確かにエラーの塊が動き回ればシステムに悪影響も起こるだろう。

 

でも、どんな――

 

 

 

「お前は分かっているはずだ。 今まで考えないようにしていただけじゃないのか?」

 

 

「待って、それじゃあそもそも”マザー”の分裂って――」

 

 

「あぁ、それも悪影響の一つだ。」

 

 

 

あぁ、なんという事だろうか……

 

それなら現状を生み出した元凶は私……

 

 

 

「最近でも幻影を生み出したり、マップをバグらせたり、ありえないパートナーを生み出したり……」

 

 

「嘘、それって”マザー”の仕業じゃ!」

 

 

「よく考えろ、”マザー”がやっていた事はなんだ?」

 

 

 

マザーのやっていた事――失敗作の処分、そして超越者の探索。

 

なら、私にあんなちょっかいをかける必要はない。

 

そもそも、”マザー”が私に接触してきたのは深淵の森だけではないのか?

 

 

私とユキさんは根本的に何か勘違いをしていたのではないか?

 

 

 

「もう分かっただろ、”マザー”が誰を狙っていたのかを。

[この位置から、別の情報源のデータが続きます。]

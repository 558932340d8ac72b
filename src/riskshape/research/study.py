"""Event study: whether a summary (or an alert rule on it) moves before stress events.

Time is counted in trading days of the events' calendar (``DrawdownEvents.calendar``); a
signal is indexed by window ends, which are days of that calendar. For an event starting on day
``s``, with horizon ``H`` and trend lookback ``L``:

* **label** of window end ``t``: 1 when an event starts in ``(t, t + H]``, else 0; unknown (left
  out) when ``t + H`` passes the end of the data without an event, and, by default, when ``t``
  lies inside an event (from its start to its trough, plus ``post_event_days``: neither a
  warning nor calm; dropping the crisis and post-crisis periods is common practice in
  early-warning studies, e.g. Bussiere and Fratzscher 2006, J. Int. Money and Finance 25:953,
  from memory; with rolling windows, ``post_event_days = window`` also drops every window that
  still holds a crisis day);
* **ROC AUC** of the signal against those labels (``sklearn.metrics.roc_auc_score``); 0.5 is
  no information; with ``direction="below"`` the signal is negated first;
* **effect size**: Glass's delta (Glass 1976), the (oriented) mean over positive windows minus
  the mean over negative windows, over the standard deviation (ddof = 1) of the negatives;
  overlapping windows are autocorrelated, so it is a size, not a test;
* **alerts** are window ends (from an alert rule, :func:`riskshape.alerts.rules.evaluate_rule`,
  or given). An alert at ``t`` is *true* when an event starts in ``(t, t + H]``, *in event*
  inside an event, *unknown* when ``t + H`` passes the end of the data, else *false*;
  **precision** = true / (true + false); **recall** = events with an alert in ``[s - H, s)``
  over the events the signal covers (it has a window end at or before ``s - H``); **F1** their
  harmonic mean; **false alarms per year** = false alerts per 252 trading days of signal;
* **hit** and **lead time**: the first alert in ``[s - L, s)`` and ``s`` minus its day, in
  trading days; **hit rate** = hit events over covered events;
* **Kendall tau trend** (Gidea and Katz 2018, Physica A 491:820, who test the trend of the
  L^p norms' variance over the 250 days before a crash; from memory): ``scipy.stats.kendalltau``
  between time and the signal (``trend="level"``) or its rolling variance over
  ``variance_window`` windows (``trend="variance"``) at the window ends in ``[s - L, s)``.
"""
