#[cfg(test)]
mod tests {
    use super::*;
    use std::collections::BTreeMap;

    /// `w` leaves listed first, then a chain of ANDs folding them in one by
    /// one (node `w + i` reads node `w + i - 1` and leaf `i + 1`): the shape
    /// of a CNF's clauses and their conjunction, in the order a reader
    /// builds them.
    fn leaves_then_fold(w: usize) -> Plan {
        let mut operands = BTreeMap::new();
        for i in 0..w {
            operands.insert(i, vec![]);
        }
        operands.insert(w, vec![0, 1]);
        for i in 1..w - 1 {
            operands.insert(w + i, vec![w + i - 1, i + 1]);
        }
        let last = 2 * w - 2;
        Plan {
            copies: vec![(vec![last], false)],
            needed: (0..=last).collect(),
            operands,
        }
    }

    #[test]
    fn the_post_order_keeps_a_wide_fold_narrow() {
        // In the order as built, every leaf is computed before the fold
        // reads it, so the frontier is the whole width; the post-order
        // computes each leaf just before its reader. Counted by hand: the
        // fold's chain then needs pebbles for a chain of w - 1 nodes plus
        // one leaf at a time.
        let w = 40;
        let p = leaves_then_fold(w);
        let built = Order::new(&p, &p.needed, &|_| true);
        let post = Order::new(&p, &post_order(&p), &|_| true);
        assert!(run(&built, 20).is_none());
        let moves = run(&post, 20).expect("the post-order fits 20 pebbles");
        let (peak, _) = measure(&post, &moves).unwrap();
        assert!(peak <= 20);
        // And the grid, which runs both orders, finds it.
        let (s, _) = best_on_grid(&p, 20, &|_| true, &());
        assert!(s.is_some());
    }

    /// A chain of `n` nodes, each reading the one before; the last is an output.
    fn chain(n: usize) -> Plan {
        Plan {
            copies: vec![(vec![n - 1], false)],
            needed: (0..n).collect(),
            operands: (0..n)
                .map(|i| (i, if i == 0 { vec![] } else { vec![i - 1] }))
                .collect::<BTreeMap<_, _>>(),
        }
    }

    #[test]
    fn a_budget_as_large_as_the_network_is_plain_bennett() {
        let p = chain(50);
        let o = Order::new(&p, &p.needed, &|_| true);
        let moves = run(&o, 50).unwrap();
        assert_eq!(moves, (0..50).collect::<Vec<_>>());
    }

    #[test]
    fn schedules_fit_their_budget_and_keep_operands_held() {
        let p = chain(200);
        let o = Order::new(&p, &p.needed, &|_| true);
        for split in SPLITS {
            for k in 1..=200 {
                if let Some(moves) = run_capped(&o, k, usize::MAX, split) {
                    let (peak, toffolis) = measure(&o, &moves).expect("legal moves");
                    assert!(peak <= k, "budget {k} split {split}: peak {peak}");
                    assert!(toffolis >= 200, "every node is computed at least once");
                }
            }
        }
        // One pebble cannot pass a chain of two: the first node must stay
        // held while the second is computed.
        assert!(run(&Order::new(&chain(2), &chain(2).needed, &|_| true), 1).is_none());
    }

    #[test]
    fn a_long_chain_passes_logarithmically_many_pebbles() {
        // Bennett 1989: recursive halving pebbles a chain of n with
        // O(log n) pebbles. Each level of halving costs this recursion two
        // pebbles (the checkpoint and the first half's cleared frontier), so
        // 2 log2(n) + 2 is its bound; 10,000 nodes pass 16 pebbles (measured)
        // where one pass of segments would need k(k + 1)/2 >= n, 141.
        for n in [100usize, 1000, 10_000] {
            let c = chain(n);
            let o = Order::new(&c, &c.needed, &|_| true);
            let bound = 2 * (usize::BITS - n.leading_zeros()) as usize + 2;
            let moves = run(&o, bound).unwrap_or_else(|| panic!("chain {n} within {bound}"));
            let (peak, _) = measure(&o, &moves).unwrap();
            assert!(peak <= bound);
        }
        let c = chain(10_000);
        assert!(run(&Order::new(&c, &c.needed, &|_| true), 16).is_some());
    }

    /// A random network in topological order: each node reads up to two of
    /// the eight before it; the last three are outputs.
    fn random_dag(n: usize, seed: u64) -> Plan {
        let mut state = seed;
        let mut next = move || {
            state ^= state << 13;
            state ^= state >> 7;
            state ^= state << 17;
            state
        };
        let operands = (0..n)
            .map(|i| {
                let mut ops: Vec<usize> = (0..2)
                    .filter(|_| i > 0)
                    .map(|_| i - 1 - (next() as usize % i.min(8)))
                    .collect();
                ops.sort_unstable();
                ops.dedup();
                (i, ops)
            })
            .collect::<BTreeMap<_, _>>();
        Plan {
            copies: vec![((n.saturating_sub(3)..n).collect(), false)],
            needed: (0..n).collect(),
            operands,
        }
    }

    #[test]
    fn random_networks_get_legal_schedules_far_below_their_size() {
        for seed in 1..=20u64 {
            let p = random_dag(400, seed);
            let (s, smallest) = best_on_grid(&p, 160, &|_| true, &());
            // Measured: every seed fits in about 64 of 400; 160 leaves room.
            let s =
                s.unwrap_or_else(|| panic!("seed {seed}: none within 160, smallest {smallest:?}"));
            assert!(s.peak <= 160);
            let o = Order::new(&p, &p.needed, &|_| true);
            let moves: Vec<usize> = s.moves.clone();
            assert_eq!(
                measure(&o, &moves),
                Some((s.peak, s.toffolis)),
                "seed {seed}"
            );
            // Fewer pebbles than nodes cost recomputation.
            assert!(s.toffolis > 400, "seed {seed}");
        }
    }

    #[test]
    fn the_grid_curve_never_rises_with_the_budget() {
        for p in [chain(300), random_dag(300, 7)] {
            let mut last = usize::MAX;
            let mut first = None;
            for k in 1..=300 {
                let (s, smallest) = best_on_grid(&p, k, &|_| true, &());
                match s {
                    Some(s) => {
                        assert!(s.peak <= k);
                        assert!(s.toffolis <= last, "budget {k}");
                        assert_eq!(smallest, None);
                        first.get_or_insert(k);
                        last = s.toffolis;
                    }
                    None => {
                        assert!(first.is_none(), "budget {k} fits no more");
                        assert!(smallest.is_some_and(|g| g > k), "budget {k}");
                    }
                }
            }
            assert_eq!(
                last, 300,
                "the full budget is plain Bennett: one move per node"
            );
        }
    }
}
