import { and, eq, isNull } from "drizzle-orm";
import { beforeAll, describe, expect, it } from "vitest";
import { GET as flightLineRoute } from "@/app/api/clubs/[club]/flight-line/route";
import { clubDataVersion } from "@/db/queries/club-snapshot";
import { computeFlightLine, getAircraftStatusEntry, getFlightLine, getFlightLineJson, loadFleetRecords } from "@/db/queries/fleet-status";
import { clubs, groundingNotices, inspectionItems, squawks } from "@/db/schema";
import { closeSquawk } from "@/lib/actions/fleet/close-squawk";
import { createInspectionItem } from "@/lib/actions/fleet/create-inspection-item";
import { issueGroundingNotice } from "@/lib/actions/fleet/issue-grounding-notice";
import { liftGroundingNotice } from "@/lib/actions/fleet/lift-grounding-notice";
import { logFlight } from "@/lib/actions/fleet/log-flight";
import { recordCompletion } from "@/lib/actions/fleet/record-completion";
import { reportSquawk } from "@/lib/actions/fleet/report-squawk";
import { triageSquawk } from "@/lib/actions/fleet/triage-squawk";
import { buildFlightLine } from "@/lib/fleet/flight-line";
import type { FleetCompletionRecord } from "@/lib/fleet/types";
import { isoDateInTimeZone } from "@/lib/dates";
import { EMPTY, clubBySlug, db, form, signInAs } from "./helpers";
import { callRoute, planeByRegistration, seedFleetOnce } from "./fleet-helpers";

// The flight line is served from a per-club snapshot keyed by the club data version that
// triggers bump on every write (migration 0018). After every kind of write the snapshot must
// equal a fresh computation, and a fresh computation must equal the one from every completion
// of every item (the status reads only the completions that govern each item).

const CLUB = "reedwater";

/** The flight line from the whole completion history, as it was computed before the governing-completion reads. */
function fromWholeHistory(now: Date) {
  const club = clubBySlug(CLUB);
  const records = loadFleetRecords(db(), club.id);
  const completions = db().$client
    .prepare("SELECT id, item_id AS itemId, done_on AS doneOn, hours, expires_on AS expiresOn, meter FROM inspection_completions WHERE club_id = ? ORDER BY rowid")
    .all(club.id) as FleetCompletionRecord[];
  const today = isoDateInTimeZone(now, club.timeZone);
  return buildFlightLine({ ...records, completions }, today, now.toISOString(), { days: club.settings.dueSoonDays, hours: club.settings.dueSoonHours }, club.timeZone);
}

/** Reads twice (the second from the snapshot) and compares both with fresh computations. */
async function expectSnapshotFresh(what: string) {
  const club = clubBySlug(CLUB);
  const now = new Date();
  const fresh = computeFlightLine(db(), club, now);
  expect(getFlightLine(db(), club, now), `${what}: first read`).toEqual(fresh);
  expect(getFlightLine(db(), club, now), `${what}: from the snapshot`).toEqual(fresh);
  expect(JSON.parse(getFlightLineJson(db(), club, now)), `${what}: JSON`).toEqual(JSON.parse(JSON.stringify(fresh)));
  expect(fresh.entries, `${what}: governing completions`).toEqual(fromWholeHistory(now));
  for (const e of fresh.entries) expect(getAircraftStatusEntry(db(), club, e.aircraft.id, now), `${what}: ${e.aircraft.registration}`).toEqual({ ...e, today: fresh.today });
  const res = await callRoute(flightLineRoute, `/api/clubs/${CLUB}/flight-line`, { club: CLUB });
  expect(res.status).toBe(200);
  expect((res.body as { entries: unknown }).entries, `${what}: route`).toEqual(JSON.parse(JSON.stringify(computeFlightLine(db(), club).entries)));
}

/** The route's answer to a poll holding `etag` (none: a first poll). */
async function poll(etag: string | null): Promise<{ status: number; etag: string | null; body: string }> {
  const res = await flightLineRoute(new Request(`http://app.test/api/clubs/${CLUB}/flight-line`, { headers: etag ? { "If-None-Match": etag } : {} }), { params: Promise.resolve({ club: CLUB }) });
  return { status: res.status, etag: res.headers.get("etag"), body: await res.text() };
}

function version() {
  return clubDataVersion(db(), clubBySlug(CLUB).id);
}

/** Runs a write and checks it moved the club's version and left the snapshot equal to a fresh computation. */
async function afterWrite(what: string, write: () => unknown) {
  await expectSnapshotFresh(`before ${what}`);
  const before = version();
  const held = await poll(null);
  expect(held.status).toBe(200);
  expect(held.etag, `${what}: the answer carries a tag`).toMatch(/^"fl-/);
  const unchanged = await poll(held.etag);
  expect([unchanged.status, unchanged.body, unchanged.etag], `${what}: nothing changed → 304, no body`).toEqual([304, "", held.etag]);
  let result: unknown;
  try {
    result = await write();
  } catch (error) {
    // An action that succeeds by redirecting (the framework's redirect signal in these tests).
    if (!(error instanceof Error && error.message.startsWith("redirect:"))) throw error;
  }
  if (result && typeof result === "object" && "ok" in result) expect(result, `${what}: ${JSON.stringify(result)}`).toMatchObject({ ok: true });
  expect(version(), `${what} bumps the club data version`).toBeGreaterThan(before);
  await expectSnapshotFresh(`after ${what}`);
  // The tag held from before the write is not honoured: the poller gets the new flight line whole.
  const after = await poll(held.etag);
  expect(after.status, `${what}: a poll with the old tag gets the new flight line`).toBe(200);
  expect(after.etag).not.toBe(held.etag);
  expect(JSON.parse(after.body).entries).toEqual(JSON.parse(JSON.stringify(computeFlightLine(db(), clubBySlug(CLUB)).entries)));
  expect((await poll(after.etag)).status, `${what}: the new tag is honoured`).toBe(304);
}

describe("flight-line snapshot", () => {
  let planeId = "";
  beforeAll(async () => {
    await seedFleetOnce();
    signInAs("maintenance@hangarline.test");
    planeId = planeByRegistration(CLUB, "N0512L").id;
  });

  it("a logged flight (new meters)", async () => {
    const plane = planeByRegistration(CLUB, "N0512L");
    const h = plane.currentHobbs!;
    const t = plane.currentTach!;
    await afterWrite("log a flight", () =>
      logFlight(EMPTY, form({ club: CLUB, aircraftId: planeId, flownOn: isoDateInTimeZone(new Date(), "America/Chicago"), hobbsOut: String(h), hobbsIn: (h + 20).toFixed(1), tachOut: String(t), tachIn: (t + 20).toFixed(1), dayLandings: "1", nightFullStopLandings: "0", fuelAdded: "0", oilAdded: "0" })),
    );
  });

  it("squawks: reported, triaged grounding, closed", async () => {
    await afterWrite("report a squawk", () => reportSquawk(EMPTY, form({ club: CLUB, aircraftId: planeId, description: "Snapshot test: door seal loose", foundDuring: "preflight" })));
    const sq = db().select().from(squawks).where(and(eq(squawks.aircraftId, planeId), eq(squawks.description, "Snapshot test: door seal loose"))).get()!;
    await afterWrite("triage a squawk", () => triageSquawk(EMPTY, form({ club: CLUB, squawkId: sq.id, triage: "grounding" })));
    await afterWrite("close a squawk", () => closeSquawk(EMPTY, form({ club: CLUB, squawkId: sq.id, repairNotes: "Seal replaced", rtsMechanicName: "Hollis Fairbank", rtsCertificate: "A&P 0003902 IA", rtsOn: isoDateInTimeZone(new Date(), "America/Chicago") })));
  });

  it("grounding notices: issued, lifted", async () => {
    await afterWrite("issue a notice", () => issueGroundingNotice(EMPTY, form({ club: CLUB, aircraftId: planeId, category: "safety", reason: "Snapshot test notice" })));
    const notice = db().select().from(groundingNotices).where(and(eq(groundingNotices.aircraftId, planeId), isNull(groundingNotices.liftedAt))).get()!;
    await afterWrite("lift a notice", () => liftGroundingNotice(EMPTY, form({ club: CLUB, noticeId: notice.id, liftNote: "Checked and found fine", liftMechanicName: "Hollis Fairbank", liftCertificate: "A&P 0003902 IA" })));
  });

  it("inspection items and completions", async () => {
    const oil = db().select().from(inspectionItems).where(and(eq(inspectionItems.aircraftId, planeId), eq(inspectionItems.key, "oil-change"))).get()!;
    const plane = planeByRegistration(CLUB, "N0512L");
    await afterWrite("record a completion", () => recordCompletion(EMPTY, form({ club: CLUB, itemId: oil.id, doneOn: isoDateInTimeZone(new Date(), "America/Chicago"), hours: String(plane.currentTach), mechanicName: "Hollis Fairbank", mechanicCertificate: "A&P 0003902 IA" })));
    await afterWrite("add an inspection item", () => createInspectionItem(EMPTY, form({ club: CLUB, aircraftId: planeId, name: "AD X0-0002 snapshot check", origin: "directive", ruleKind: "calendar-months", months: "12", required: "on", source: "AD X0-0002 (invented)" })));
  });

  it("aircraft and club settings changed behind the actions, and a future notice taking effect", async () => {
    await afterWrite("aircraft meters corrected", () => db().$client.prepare("UPDATE aircraft SET current_tach = current_tach + 500 WHERE id = ?").run(planeId));
    const club = clubBySlug(CLUB);
    await afterWrite("club settings", () => db().update(clubs).set({ settings: { ...club.settings, dueSoonDays: club.settings.dueSoonDays + 200 } }).where(eq(clubs.id, club.id)).run());
    await afterWrite("aircraft retired", () => db().$client.prepare("UPDATE aircraft SET retired_at = ? WHERE id = ?").run(Date.now(), planeByRegistration(CLUB, "N0527L").id));

    // A notice that takes effect in a moment: the snapshot must not outlive that instant.
    const soon = new Date(Date.now() + 60_000);
    await afterWrite("future notice", () =>
      db().insert(groundingNotices).values({ clubId: club.id, aircraftId: planeId, category: "maintenance", reason: "Snapshot test: grounded from a set time", effectiveAt: soon, issuedById: signInAs("maintenance@hangarline.test")!.id }).run(),
    );
    const fresh = clubBySlug(CLUB);
    const before = getFlightLine(db(), fresh).entries.find((e) => e.aircraft.id === planeId)!;
    expect(before.reasons.some((r) => r.code === "notice-pending")).toBe(true);
    const later = new Date(soon.getTime() + 1_000);
    const after = getFlightLine(db(), fresh, later).entries.find((e) => e.aircraft.id === planeId)!;
    expect(after.status).toBe("grounded");
    expect(getFlightLine(db(), fresh, later)).toEqual(computeFlightLine(db(), fresh, later));
  });

  it("a write rolled back leaves the version and the snapshot as they were", async () => {
    await expectSnapshotFresh("before a rolled-back write");
    const before = version();
    const entryBefore = getAircraftStatusEntry(db(), clubBySlug(CLUB), planeId)!;
    expect(() =>
      db().transaction((tx) => {
        tx.insert(groundingNotices).values({ clubId: clubBySlug(CLUB).id, aircraftId: planeId, category: "safety", reason: "Snapshot test: rolled back", effectiveAt: new Date(Date.now() - 1_000), issuedById: signInAs("maintenance@hangarline.test")!.id }).run();
        // Read inside the transaction: its own write shows (the kept snapshot no longer holds there).
        const club = clubBySlug(CLUB);
        const inside = getAircraftStatusEntry(tx as never, club, planeId)!;
        expect(inside).not.toEqual(entryBefore);
        expect(inside.reasons.filter((r) => r.grounding).length).toBeGreaterThan(entryBefore.reasons.filter((r) => r.grounding).length);
        const at = new Date();
        expect(getFlightLine(tx as never, club, at)).toEqual(computeFlightLine(tx as never, club, at));
        throw new Error("roll back");
      }),
    ).toThrow("roll back");
    expect(version()).toBe(before);
    await expectSnapshotFresh("after a rolled-back write");
    expect(getAircraftStatusEntry(db(), clubBySlug(CLUB), planeId)).toEqual(entryBefore);
  });

  it("the snapshot is keyed by the club's date", () => {
    const club = clubBySlug(CLUB);
    const today = getFlightLine(db(), club);
    const tomorrow = getFlightLine(db(), club, new Date(Date.now() + 86_400_000));
    expect(tomorrow.today).not.toBe(today.today);
    expect(tomorrow).toEqual(computeFlightLine(db(), club, new Date(Date.parse(tomorrow.generatedAt))));
  });
});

」

 

 

「”マザー”は、最初から卍エクスカイザー卍を狙っていたのね……」

 

 

 

あの時の彼の反応で気づくべきだったのだ。

 

彼は、とっくに超越者として覚醒していたのだ。

 

彼は、”田辺勇は”……”高瀬明”なのだから。

 

私が思い出していない時も彼は――

 

 

あの時も……あの時……

 

 

私は、彼になんて事を……!

 

 

悔しくて涙が出る。

 

どんな時でも、彼は私の事を思っていてくれたのに……

 

 

 

「泣いている暇はないよ。 早く”マザー”を止めなければ明は――」

 

 

「分かってる!」

 

 

 

分かってる。 今、私がやらなければならない事は!

 

 

兄は私を見て微笑む。

 

 

 

「時間だ。」

 

 

 

兄は私に近づき抱きしめる。

 

データのはずなのに、ほんのりと温かい。

 

 

 

「僕達が一つに戻ればエラーは無くなり、これ以上の影響は出ない。」

 

 

「うん……」

 

 

「さよなら綾香、愛している……」

 

 

「ありがとう、お兄ちゃん――大好きでした。」

 

 

 

兄の身体は光の粒子となり、やがて私の身体へと吸い込まれていった。